■ Assigned task: Give back an exact copy of the lines below, from the first through the line with "found = np.random.default_rng(3).uniform(-0.5, 0.5, (number, 3))"; please stop there.

####

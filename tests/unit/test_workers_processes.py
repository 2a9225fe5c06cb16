"""Worker processes under attack: points that kill, hang or cannot be built, and signals from outside."""

from __future__ import annotations

import os
import signal
import subprocess
import sys
import threading
import time
from collections.abc import Callable, Iterator
from contextlib import contextmanager
from functools import partial
from pathlib import Path

import numpy as np
import pytest

from scanfit.errors import InputError, ScanfitError
from scanfit.posterior import Posterior, Status
from scanfit.priors import FloatArray
from scanfit.runfile import load_posterior
from scanfit.workers.processes import ProcessWorkers
from scanfit.workers.serial import SerialWorkers
from scanfit.workers.start import start_workers

Toy = Callable[..., Path]


def trouble(toy: Toy, how: str, above: float = 0.9, milliseconds: float = 0.0) -> Path:
    term = f'[terms.trouble]\nuse = "toy.py:Trouble"\nhow = "{how}"\nabove = {above}\n\n[explore]'
    return toy(("[explore]", term), ("sigma = 0.2", f"sigma = 0.2\nmilliseconds = {milliseconds}"))


def points(number: int, *, bad: tuple[int, ...] = ()) -> FloatArray:
    """Points with x < 0.5, except `bad` ones with x = 0.95."""
    found = np.random.default_rng(3).uniform(-0.5, 0.5, (number, 3))
    found[list(bad), 0] = 0.95
    return found


def harmless(path: Path, given: FloatArray) -> FloatArray:
    """Rows of points that do not get as far as the trouble."""
    return load_posterior(path).evaluate_many(given).rows


@contextmanager
def killing(workers: ProcessWorkers, every: float, times: int) -> Iterator[list[int]]:
    """Kill one of the workers at regular times; give the list of those killed."""
    killed: list[int] = []
    end = threading.Event()

    def kill() -> None:
        dice = np.random.default_rng(4)
        while len(killed) < times and not end.wait(every):
            number = int(dice.choice(workers.process_numbers))
            os.kill(number, signal.SIGKILL)
            killed.append(number)

    thread = threading.Thread(target=kill)
    thread.start()
    try:
        yield killed
    finally:
        end.set()
        thread.join()


def test_workers_killed_in_the_middle_change_nothing(toy: Toy) -> None:
    path = toy(("sigma = 0.2", "sigma = 0.2\nmilliseconds = 10.0"))
    given = points(150)
    with ProcessWorkers(partial(load_posterior, path), 2) as workers:
        workers.evaluate(given[:2])
        with killing(workers, every=0.3, times=2) as killed:
            batch = workers.evaluate(given)
        assert killed, "the batch ended before a worker was killed: the test proves nothing"
        assert batch.rows.tobytes() == harmless(path, given).tobytes()
        assert not batch.failures
        assert workers.restarts >= 1


def test_a_point_that_kills_its_worker_is_marked_and_the_others_are_kept(toy: Toy) -> None:
    path = trouble(toy, "die")
    given = points(40, bad=(17,))
    with ProcessWorkers(partial(load_posterior, path), 2) as workers:
        batch = workers.evaluate(given)
        again = workers.evaluate(given[:10])
        assert workers.restarts == 3
    posterior = load_posterior(path)
    good = np.arange(40) != 17
    assert batch.rows[good].tobytes() == harmless(path, given[good]).tobytes()
    assert again.rows.tobytes() == batch.rows[:10].tobytes()
    assert_lost(posterior, batch.rows[17], given[17], Status.FAILED)
    (failure,) = batch.failures
    assert (failure.row, failure.culprit) == (17, "worker")
    assert failure.message == "took down 3 worker processes, the last ended by SIGKILL, often for want of memory"


def test_a_hanging_point_is_marked_and_the_others_are_kept(toy: Toy) -> None:
    path = trouble(toy, "hang")
    given = points(40, bad=(30,))
    with ProcessWorkers(partial(load_posterior, path), 2, time_limit=0.6) as workers:
        started = time.monotonic()
        batch = workers.evaluate(given)
        assert time.monotonic() - started < 30.0
        assert workers.restarts == 1
    good = np.arange(40) != 30
    assert batch.rows[good].tobytes() == harmless(path, given[good]).tobytes()
    assert_lost(load_posterior(path), batch.rows[30], given[30], Status.TIMED_OUT)
    (failure,) = batch.failures
    assert (failure.row, failure.culprit, failure.message) == (30, "worker", "took longer than 0.6 s")


def test_the_time_limit_is_for_a_point_and_not_for_a_batch(toy: Toy) -> None:
    path = toy(("sigma = 0.2", "sigma = 0.2\nmilliseconds = 50.0"))
    with ProcessWorkers(partial(load_posterior, path), 1, time_limit=0.6) as workers:
        batch = workers.evaluate(points(36))  # the first task has 18 points: 0.9 s
        assert workers.restarts == 0
    assert (batch.rows[:, load_posterior(path).column("status")] == Status.EVALUATED).all()


def test_an_interrupt_leaves_the_workers_fit_for_the_next_batch(toy: Toy) -> None:
    path = toy(("sigma = 0.2", "sigma = 0.2\nmilliseconds = 20.0"))
    given = points(100)
    with ProcessWorkers(partial(load_posterior, path), 2) as workers:
        workers.evaluate(given[:2])
        threading.Timer(0.3, os.kill, (os.getpid(), signal.SIGINT)).start()
        with pytest.raises(KeyboardInterrupt):
            workers.evaluate(given)
        assert workers.evaluate(given[50:60]).rows.tobytes() == harmless(path, given[50:60]).tobytes()


def test_ctrl_c_is_for_the_parent_alone(toy: Toy) -> None:
    path = toy(("sigma = 0.2", "sigma = 0.2\nmilliseconds = 20.0"))
    script = f"""
import numpy as np, sys
from functools import partial
from pathlib import Path
from scanfit.runfile import load_posterior
from scanfit.workers.processes import ProcessWorkers
with ProcessWorkers(partial(load_posterior, Path({str(path)!r})), 2) as workers:
    workers.evaluate(np.zeros((2, 3)))
    print("begun", flush=True)
    try:
        workers.evaluate(np.zeros((2000, 3)) + np.arange(2000)[:, None] / 1e5)
    except KeyboardInterrupt:
        sys.exit(7)
"""
    # Without a main guard in the script: starting workers must not run it again.
    process = subprocess.Popen(
        [sys.executable, "-c", script],
        stdout=subprocess.PIPE,
        stderr=subprocess.PIPE,
        text=True,
        start_new_session=True,
    )
    assert process.stdout is not None
    assert process.stdout.readline() == "begun\n"
    time.sleep(0.3)
    os.killpg(process.pid, signal.SIGINT)
    _, errors = process.communicate(timeout=30)
    assert (process.returncode, errors) == (7, "")


def test_no_worker_outlives_a_killed_parent_even_in_the_middle_of_a_point(toy: Toy) -> None:
    path = trouble(toy, "hang")
    script = f"""
import numpy as np
from functools import partial
from pathlib import Path
from scanfit.runfile import load_posterior
from scanfit.workers.processes import ProcessWorkers
workers = ProcessWorkers(partial(load_posterior, Path({str(path)!r})), 1)
workers.evaluate(np.zeros((1, 3)))
print(workers.process_numbers[0], flush=True)
workers.evaluate(np.full((1, 3), 0.95))
"""
    process = subprocess.Popen([sys.executable, "-c", script], stdout=subprocess.PIPE, text=True)
    assert process.stdout is not None
    worker = Path("/proc") / process.stdout.readline().strip()
    assert worker.exists()
    time.sleep(0.2)
    process.kill()
    process.communicate()
    deadline = time.monotonic() + 10.0
    while running(worker) and time.monotonic() < deadline:
        time.sleep(0.05)
    assert not running(worker)


def test_a_script_that_does_not_close_its_workers_ends_all_the_same(toy: Toy) -> None:
    script = f"""
import numpy as np
from functools import partial
from pathlib import Path
from scanfit.runfile import load_posterior
from scanfit.workers.processes import ProcessWorkers
workers = ProcessWorkers(partial(load_posterior, Path({str(toy())!r})), 2)
print(len(workers.evaluate(np.zeros((3, 3))).rows))
"""
    done = subprocess.run([sys.executable, "-c", script], capture_output=True, text=True, timeout=60, check=False)
    assert (done.returncode, done.stdout, done.stderr) == (0, "3\n", "")


def test_workers_use_one_thread_each(toy: Toy) -> None:
    path = toy()

    def build() -> Posterior:
        if os.environ["OMP_NUM_THREADS"] != "1" or os.environ["NUMBA_NUM_THREADS"] != "1":
            raise AssertionError("more than one thread")
        return load_posterior(path)

    with ProcessWorkers(build, 1) as workers:
        assert len(workers.evaluate(points(2)).rows) == 2


def test_what_cannot_be_sent_is_refused_at_once() -> None:
    lock = threading.Lock()

    def build() -> Posterior:
        raise RuntimeError(lock)

    with pytest.raises(InputError, match=r"compute\.workers: .* cannot be sent to worker processes: .*lock"):
        ProcessWorkers(build, 2)


def test_a_posterior_that_cannot_be_built_is_reported_in_words(tmp_path: Path) -> None:
    workers = ProcessWorkers(partial(load_posterior, tmp_path / "missing.toml"), 2)
    with pytest.raises(ScanfitError, match=r"could not build the model: InputError: .*missing\.toml.* cannot be read"):
        workers.evaluate(points(2))
    with pytest.raises(ValueError, match="closed"):
        workers.evaluate(points(2))


def test_workers_that_die_before_they_begin_are_not_started_for_ever() -> None:
    workers = ProcessWorkers(partial(os._exit, 9), 1)
    with pytest.raises(ScanfitError, match="end before they can begin a point: exit status 9"):
        workers.evaluate(points(2))


def test_one_worker_without_a_time_limit_is_this_process(toy: Toy) -> None:
    assert isinstance(start_workers(partial(load_posterior, toy()), count=1), SerialWorkers)
    with pytest.raises(ValueError, match="at least one worker"):
        start_workers(partial(load_posterior, toy()), count=0)


def assert_lost(posterior: Posterior, row: FloatArray, point: FloatArray, status: Status) -> None:
    known = {"log_prior": posterior.space.log_prior(point), "log_likelihood": -np.inf, "status": float(status)}
    for place, name in enumerate(posterior.columns):
        if place < 3:
            assert row[place] == point[place]
        elif name in known:
            assert row[place] == known[name]
        else:
            assert np.isnan(row[place])


def running(process: Path) -> bool:
    """Whether a process exists and is not merely waiting to be reaped."""
    try:
        return (process / "stat").read_text().rpartition(")")[2].split()[0] != "Z"
    except OSError:
        return False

####

■ Reply to the exercise:
filename tests/unit/test_workers_processes.py
repository 2a9225fe5c06cb16
"""Worker processes under attack: points that kill, hang or cannot be built, and signals from outside."""

from __future__ import annotations

import os
import signal
import subprocess
import sys
import threading
import time
from collections.abc import Callable, Iterator
from contextlib import contextmanager
from functools import partial
from pathlib import Path

import numpy as np
import pytest

from scanfit.errors import InputError, ScanfitError
from scanfit.posterior import Posterior, Status
from scanfit.priors import FloatArray
from scanfit.runfile import load_posterior
from scanfit.workers.processes import ProcessWorkers
from scanfit.workers.serial import SerialWorkers
from scanfit.workers.start import start_workers

Toy = Callable[..., Path]


def trouble(toy: Toy, how: str, above: float = 0.9, milliseconds: float = 0.0) -> Path:
    term = f'[terms.trouble]\nuse = "toy.py:Trouble"\nhow = "{how}"\nabove = {above}\n\n[explore]'
    return toy(("[explore]", term), ("sigma = 0.2", f"sigma = 0.2\nmilliseconds = {milliseconds}"))


def points(number: int, *, bad: tuple[int, ...] = ()) -> FloatArray:
    """Points with x < 0.5, except `bad` ones with x = 0.95."""
    found = np.random.default_rng(3).uniform(-0.5, 0.5, (number, 3))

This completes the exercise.